Judgment unanimously affirmed. Memorandum: On appeal from a judgment convicting him of murder in the second degree and criminal possession of a weapon in the second degree, defendant contends that the nearly two-year delay between his first and second trials deprived him of his constitutional and statutory (CPL 30.20) right to a speedy trial. We reject that contention. Shortly after a mistrial was declared in the first trial, the People’s only eyewitnesses were indicted for perjury arising from their testimony at trial. Because those witnesses would not testify at defendant’s second trial while the perjury charges were pending, it was necessary for the People to resolve those charges before proceeding with defendant’s retrial. Defendant was free on bail during the period between trials, the nature of the charge was serious, and there is no merit to defendant’s assertion that his defense was prejudiced by the delay. Upon a consideration of all relevant factors (see, Barker v Wingo, 407 US 514, 530; People v Taranovich, 37 NY2d 442, 445), we find that the court did not err in concluding that defendant’s right to a speedy trial was not violated (see, People v Singer, 44 NY2d 241; People v Perez, 42 NY2d 971; People v Brown, 124 AD2d 667, lv denied 69 NY2d 825).

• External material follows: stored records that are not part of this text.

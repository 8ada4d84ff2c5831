/* twinhorizon: linear stability of sonic horizon pairs in Bose-Einstein condensates
 * SPDX-License-Identifier: GPL-3.0-or-later
 *
 * A smooth curve through measured values, private to src/flow. What goes in: rows x, y with or
 * without standard deviations. What comes out: a spline of degree 5 on as few intervals as the rows
 * ask for, what is uncertain about it, and how noisy the rows are.
 *
 * The curve f minimises  Sum w (y - f)^2 + lambda Int f'''^2 dx,  w = 1/sigma^2, with
 * lambda = l^6 times the weight per length: a wave of wave number k in the rows is damped by 1/(1 +
 * (k l)^6). l is the strength. Given the rows, f has the covariance s^2 (B' W B + lambda P)^-1:
 * "Bayesian confidence intervals for the cross-validated smoothing spline", J. R. Statist. Soc. B
 * 45, 133 (1983). Depends on spline, band, workspace. Proved by tests/test_smooth.c. */
#ifndef TH_FLOW_SMOOTH_H
#define TH_FLOW_SMOOTH_H

#include <stdbool.h>
#include "../workspace.h"
#include "twinhorizon/status.h"

typedef struct {
    int rows;            /* > 2 TH_SPLINE_LOCAL */
    const double *x;     /* [rows] ascending */
    const double *y;     /* [rows] */
    const double *sigma; /* [rows] standard deviations; NULL: unknown, the same for all */
    double strength;     /* l; < 0: by generalised cross-validation */
    int directions_max;
} th_smooth_rows;

typedef struct {
    th_workspace *workspace;
    int intervals;     /* <= TH_SMOOTH_INTERVALS */
    double *knot;      /* [intervals + 1] */
    double *coef;      /* [th_spline_size(intervals)] */
    double *inverse;   /* band of A^-1: the covariance of coef over spread^2 */
    int directions;    /* coef + sum of direction[i] times independent standard normal numbers */
    double *direction; /* [directions][th_spline_size(intervals)] */
    double dropped;    /* share of the variance at the rows that no direction held; the directions
                          were widened by 1/sqrt(1 - dropped) for it */
    double strength;   /* l in force */
    bool chosen;       /* by cross-validation */
    double freedom;    /* degrees of freedom of the curve */
    double noise;      /* standard deviation of the rows about it */
    double spread;     /* s: sigma = 1 or as given must be multiplied by this, > 0 */
    double together;   /* part of it: 1, or more where residuals of neighbours go together */
    bool known;        /* rows had a sigma */
} th_smooth;

/* More pieces of a flow than this cost more than they tell. */
enum { TH_SMOOTH_INTERVALS = 195 };

/**
 * Fit. Intervals are halved where that lowers the residuals by more than noise explains, so that
 * the knots smooth too; with a given strength they are halved down to it, and it alone smooths.
 * Without sigma s^2 = RSS/(rows - freedom); with sigma s^2 is the same of the weighted
 * residuals where that exceeds 1, else 1. Both grow where residuals of neighbouring rows go
 * together: the noise is not that of independent rows, or the curve cannot follow. Generalised
 * cross-validation: "Smoothing noisy data with spline functions", Numer. Math. 31, 377 (1979);
 * three quarters of the strength it finds are taken.
 * @retval TH_EINVAL  strength = 0 and too few rows in some place for a unique curve; sigma beyond
 *                    what can be squared
 * @retval TH_ENOMEM  memory is short
 * On failure *out is empty. Cost: proportional to the rows.
 */
TH_MUST_USE th_status th_smooth_fit(const th_smooth_rows *rows, th_workspace *workspace,
                                    th_smooth *out, th_error *err);

void th_smooth_clear(th_smooth *fit);

/** One standard deviation of the curve at x. */
double th_smooth_deviation(const th_smooth *fit, double x);

#endif
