/* twinhorizon: linear stability of sonic horizon pairs in Bose-Einstein condensates
 * SPDX-License-Identifier: GPL-3.0-or-later
 *
 * The table of shapes and the checks that hold for all of them. Goes in: a setup (shape, values,
 * ends). Comes out: its flow. May call: the shapes, flow, status.
 *
 * To add a shape: (1) copy shape_sech.c to shape_NAME.c and write its keys, checks and formulas;
 * (2) declare th_shape_NAME in shapes.h; (3) add it to the table below; (4) add its closed forms to
 * tests/test_flow.c. The case reader and the manual pages read the table.
 * Proved by tests/test_flow.c. */
#include "shapes.h"

#include <gsl/gsl_math.h>
#include <string.h>

#include "inside.h"

/* A speed that the winding of a ring fixes may be given to this relative precision. */
#define RING_SPEED_TOLERANCE 1e-9

static const th_shape *const table[] = {&th_shape_step, &th_shape_tanh, &th_shape_sech,
                                        &th_shape_well, &th_shape_barriers};

int th_shape_count(void)
{
    return (int)(sizeof table / sizeof *table);
}

const th_shape *th_shape_at(int i)
{
    return i >= 0 && i < th_shape_count() ? table[i] : NULL;
}

const th_shape *th_shape_find(const char *name)
{
    for (int i = 0; name != NULL && i < th_shape_count(); i++)
        if (strcmp(table[i]->name, name) == 0)
            return table[i];
    return NULL;
}

double th_tail_reach(double relative, double width, double sound)
{
    /* slope per healing length = 2/(width sound) x tail */
    double tail = relative * fmax(1, 2 / (width * sound));

    return tail > TH_TAIL_CUT ? width / 2 * log(tail / TH_TAIL_CUT) : 0;
}

th_status th_shape_fits_ring(const th_ends *ends, double sound_upstream, double sound_downstream,
                             double gap, th_error *err)
{
    if (ends->kind != TH_ENDS_RING)
        return TH_OK;
    if (sound_upstream != sound_downstream)
        return th_fail_key(err, TH_EINVAL, "sound_downstream",
                           "sound_downstream = %.15g must equal sound_upstream = %.15g on a ring, "
                           "where the two meet",
                           sound_downstream, sound_upstream);
    if (!(gap < ends->circumference))
        return th_fail_key(err, TH_EINVAL, "gap",
                           "gap = %.15g does not fit on a ring of circumference %.15g", gap,
                           ends->circumference);
    return TH_OK;
}

/* The value of one key, by the rules of th_shape_key. */
static th_status read_value(const th_flow_setup *setup, int i, double *value, th_error *err)
{
    const th_shape_key *key = &setup->shape->key[i];
    bool fixed = key->fixed_by_ring && setup->ends.kind == TH_ENDS_RING;
    double around = fixed ? 2 * M_PI * setup->ends.winding / setup->ends.circumference : 0;

    if (setup->given[i])
        *value = setup->value[i];
    else if (fixed)
        *value = around;
    else if (key->optional || key->si_only)
        *value = key->fallback;
    else
        return th_fail_key(err, TH_EINVAL, key->key, "%s is missing, shape %s needs it", key->key,
                           setup->shape->name);
    if (!isfinite(*value) || !(*value > key->above) || !(*value < key->below)) {
        if (key->below < HUGE_VAL)
            return th_fail_key(err, TH_EINVAL, key->key, "%s = %.15g, want > %g and < %g", key->key,
                               *value, key->above, key->below);
        return th_fail_key(err, TH_EINVAL, key->key, "%s = %.15g, want a finite number > %g",
                           key->key, *value, key->above);
    }
    if (fixed && !(fabs(*value - around) <= RING_SPEED_TOLERANCE * around))
        return th_fail_key(err, TH_EINVAL, key->key,
                           "%s = %.12g, but winding %d on circumference %.12g makes it %.12g",
                           key->key, *value, setup->ends.winding, setup->ends.circumference,
                           around);
    if (fixed)
        *value = around;
    return TH_OK;
}

th_status th_flow_build(const th_flow_setup *setup, th_flow **out, th_error *err)
{
    double value[TH_SHAPE_KEYS_MAX] = {0};
    th_status st;

    if (out != NULL)
        *out = NULL;
    if (setup == NULL || setup->shape == NULL || out == NULL)
        return th_fail(err, TH_EINVAL,
                       "flow: a setup with a shape and a place for the result are needed");
    if (!(setup->density > 0) || !isfinite(setup->density))
        return th_fail_key(err, TH_EINVAL, "density", "density = %.15g, want a finite number > 0",
                           setup->density);
    st = th_ends_check(&setup->ends, err);
    if (st != TH_OK)
        return st;
    for (int i = 0; i < setup->shape->keys; i++) {
        st = read_value(setup, i, &value[i], err);
        if (st != TH_OK)
            return st;
    }
    return setup->shape->build(value, setup->given, setup->density, &setup->ends, out, err);
}
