/* twinhorizon: linear stability of sonic horizon pairs in Bose-Einstein condensates
 * SPDX-License-Identifier: GPL-3.0-or-later
 *
 * Two tanh edges between three values, see edges.h. May call: flow, shapes (rules), status.
 *
 * Symbols: f the profile, rise = outer - f_p of an edge, t its scaled distance outwards from the
 * centre, g = exp(-2 |t|), T = tanh t.
 * To add a third edge: edge[] and th_edges_cut. Proved by tests/test_flow.c and
 * tests/test_edges.c. */
#include "edges.h"

#include <math.h>

bool th_edges_place(th_edges *edges, int which, double x, double value)
{
    th_edge *e = &edges->edge[which];
    /* going outwards (1 + tanh t)/2 = (value - f_p)/(outer - f_p), thus
     * exp(2 t) = (value - f_p)/(outer - value) */
    double ratio = (value - edges->pocket) / (e->outer - value);

    e->present = e->outer != edges->pocket;
    e->x = x;
    if (!e->present)
        return true;
    if (!(ratio > 0) || !isfinite(ratio))
        return false;
    e->x = x - e->side * e->width / 2 * log(ratio);
    return true;
}

/* Relative deviation of f^2 from `value` squared at distance x from the edge's centre. */
static double tail(const th_edges *s, const th_edge *e, double x, double value)
{
    return 2 * fabs(e->outer - s->pocket) / value * exp(-2 * fabs(x) / e->width);
}

/* How far from the edge's centre f differs from `value` by less than rounding. */
static double reach(const th_edges *s, const th_edge *e, double value, double sound)
{
    return th_tail_reach(tail(s, e, 0, value), e->width, sound);
}

static th_status check_seam(const th_edges *s, double seam, th_error *err)
{
    double left = 0;

    for (int i = 0; i < 2; i++) {
        const th_edge *e = &s->edge[i];

        if (!e->present)
            continue;
        if (!(fabs(e->x) < seam))
            return th_fail_key(err, TH_EINVAL, "gap",
                               "the edge of %s centred at %.6g does not fit on a ring of "
                               "circumference %.15g",
                               s->name, e->x, 2 * seam);
        left += fmax(tail(s, e, seam - e->x, e->outer), tail(s, e, seam + e->x, e->outer));
    }
    if (left > TH_SEAM_TOLERANCE)
        return th_fail_key(err, TH_EINVAL, "circumference",
                           "circumference = %.15g is too short: at the seam the square of the %s "
                           "still differs by %.3g (relative), want < %g",
                           2 * seam, s->name, left, TH_SEAM_TOLERANCE);
    return TH_OK;
}

static void add_piece(th_edges *s, double right, bool uniform, double value)
{
    s->uniform[s->pieces] = uniform;
    s->value[s->pieces] = value;
    s->at[++s->pieces] = right;
}

th_status th_edges_cut(th_edges *s, const th_ends *ends, double half, th_error *err)
{
    const th_edge *b = &s->edge[0], *w = &s->edge[1];
    bool ring = ends->kind == TH_ENDS_RING;
    double seam = ends->circumference / 2, first = HUGE_VAL, last = -HUGE_VAL, low, high;

    if (ring) {
        th_status st = check_seam(s, seam, err);

        if (st != TH_OK)
            return st;
    }
    if (!b->present && !w->present) { /* uniform throughout */
        s->at[0] = ring ? -seam : -half;
        add_piece(s, ring ? seam : half, true, s->pocket);
        return TH_OK;
    }
    for (int i = 0; i < 2; i++) {
        const th_edge *e = &s->edge[i];

        if (e->present) {
            first = fmin(first, e->x - reach(s, e, b->outer, s->sound[0]));
            last = fmax(last, e->x + reach(s, e, w->outer, s->sound[2]));
        }
    }
    low = b->present ? b->x + reach(s, b, s->pocket, s->sound[1]) : first;
    high = w->present ? w->x - reach(s, w, s->pocket, s->sound[1]) : last;
    s->at[0] = first;
    if (ring) {
        s->at[0] = -seam;
        if (first > -seam)
            add_piece(s, first, true, b->outer);
    }
    last = ring ? fmin(last, seam) : last;
    if (b->present && w->present && low < high) {
        add_piece(s, low, false, 0);
        add_piece(s, high, true, s->pocket);
    }
    add_piece(s, last, false, 0);
    if (ring && last < seam)
        add_piece(s, seam, true, w->outer);
    return TH_OK;
}

void th_edges_eval(const th_edges *s, int piece, double x, double f[3])
{
    double base = s->pocket, rest = 0;

    f[1] = f[2] = 0;
    if (piece < 0 || piece >= s->pieces || s->uniform[piece]) {
        f[0] = piece < 0            ? s->edge[0].outer
               : piece >= s->pieces ? s->edge[1].outer
                                    : s->value[piece];
        return;
    }
    for (int i = 0; i < 2; i++) {
        const th_edge *e = &s->edge[i];
        double t, g, sech2, rise = e->outer - s->pocket;

        if (!e->present)
            continue;
        /* Outwards of its centre an edge is counted from its outer value, so that what is added to
         * base is small and base exact: (1 + tanh t)/2 = 1 - g/(1 + g). */
        t = e->side * (x - e->x) / e->width;
        g = exp(-2 * fabs(t));
        sech2 = 4 * g / ((1 + g) * (1 + g));
        if (t > 0) {
            base = base == s->pocket ? e->outer : base + rise;
            rest -= rise * g / (1 + g);
        } else {
            rest += rise * g / (1 + g);
        }
        f[1] += e->side * rise * sech2 / (2 * e->width); /* T' = sech^2 t */
        f[2] -= rise * copysign((1 - g) / (1 + g), t) * sech2 / (e->width * e->width);
    }
    f[0] = base + rest;
}

void th_edges_spec(const th_edges *s, th_flow_spec *spec, th_feature *feature)
{
    spec->pieces = s->pieces;
    spec->edge = s->at;
    spec->uniform = s->uniform;
    spec->feature = feature;
    spec->features = 0;
    for (int i = 0; i < 2; i++)
        if (s->edge[i].present)
            feature[spec->features++] = (th_feature){.x = s->edge[i].x, .width = s->edge[i].width};
}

Viewing the record in the light most favorable to the People (see, People v Ford, 66 NY2d 428), we find that the evidence is sufficient to support the jury’s verdict. The record establishes that defendant chased the victim down the street and fired four shots, one of which hit the victim in the back of the head. When defendant returned to his car, he told his companions that he had hit the victim. It was reasonable to infer from those circumstances that he had an intent to kill (see, People v Jackson, 18 NY2d 516, 520; People v Horton, 18 NY2d 355, 359, cert denied 387 US 934).
No objection was raised to any of the claimed improprieties in the prosecutor’s summation, and that issue was not preserved for our review (see, CPL 470.05 [2]; People v Dawson, 50 NY2d 311, 324). In any event, the remarks were made in response to matters raised by defense counsel in his summation and constituted fair comment (see, People v Dunn, 158 *1175AD2d 941; People v Price, 144 AD2d 1013, lv denied 73 NY2d 895).
We have reviewed the remaining issues raised in defendant’s brief and in his pro se supplemental brief and find them to be without merit. (Appeal from judgment of Supreme Court, Erie County, Marshall, J.—murder, second degree.) Present— Denman, J. P., Pine, Balio, Lawton and Lowery, JJ.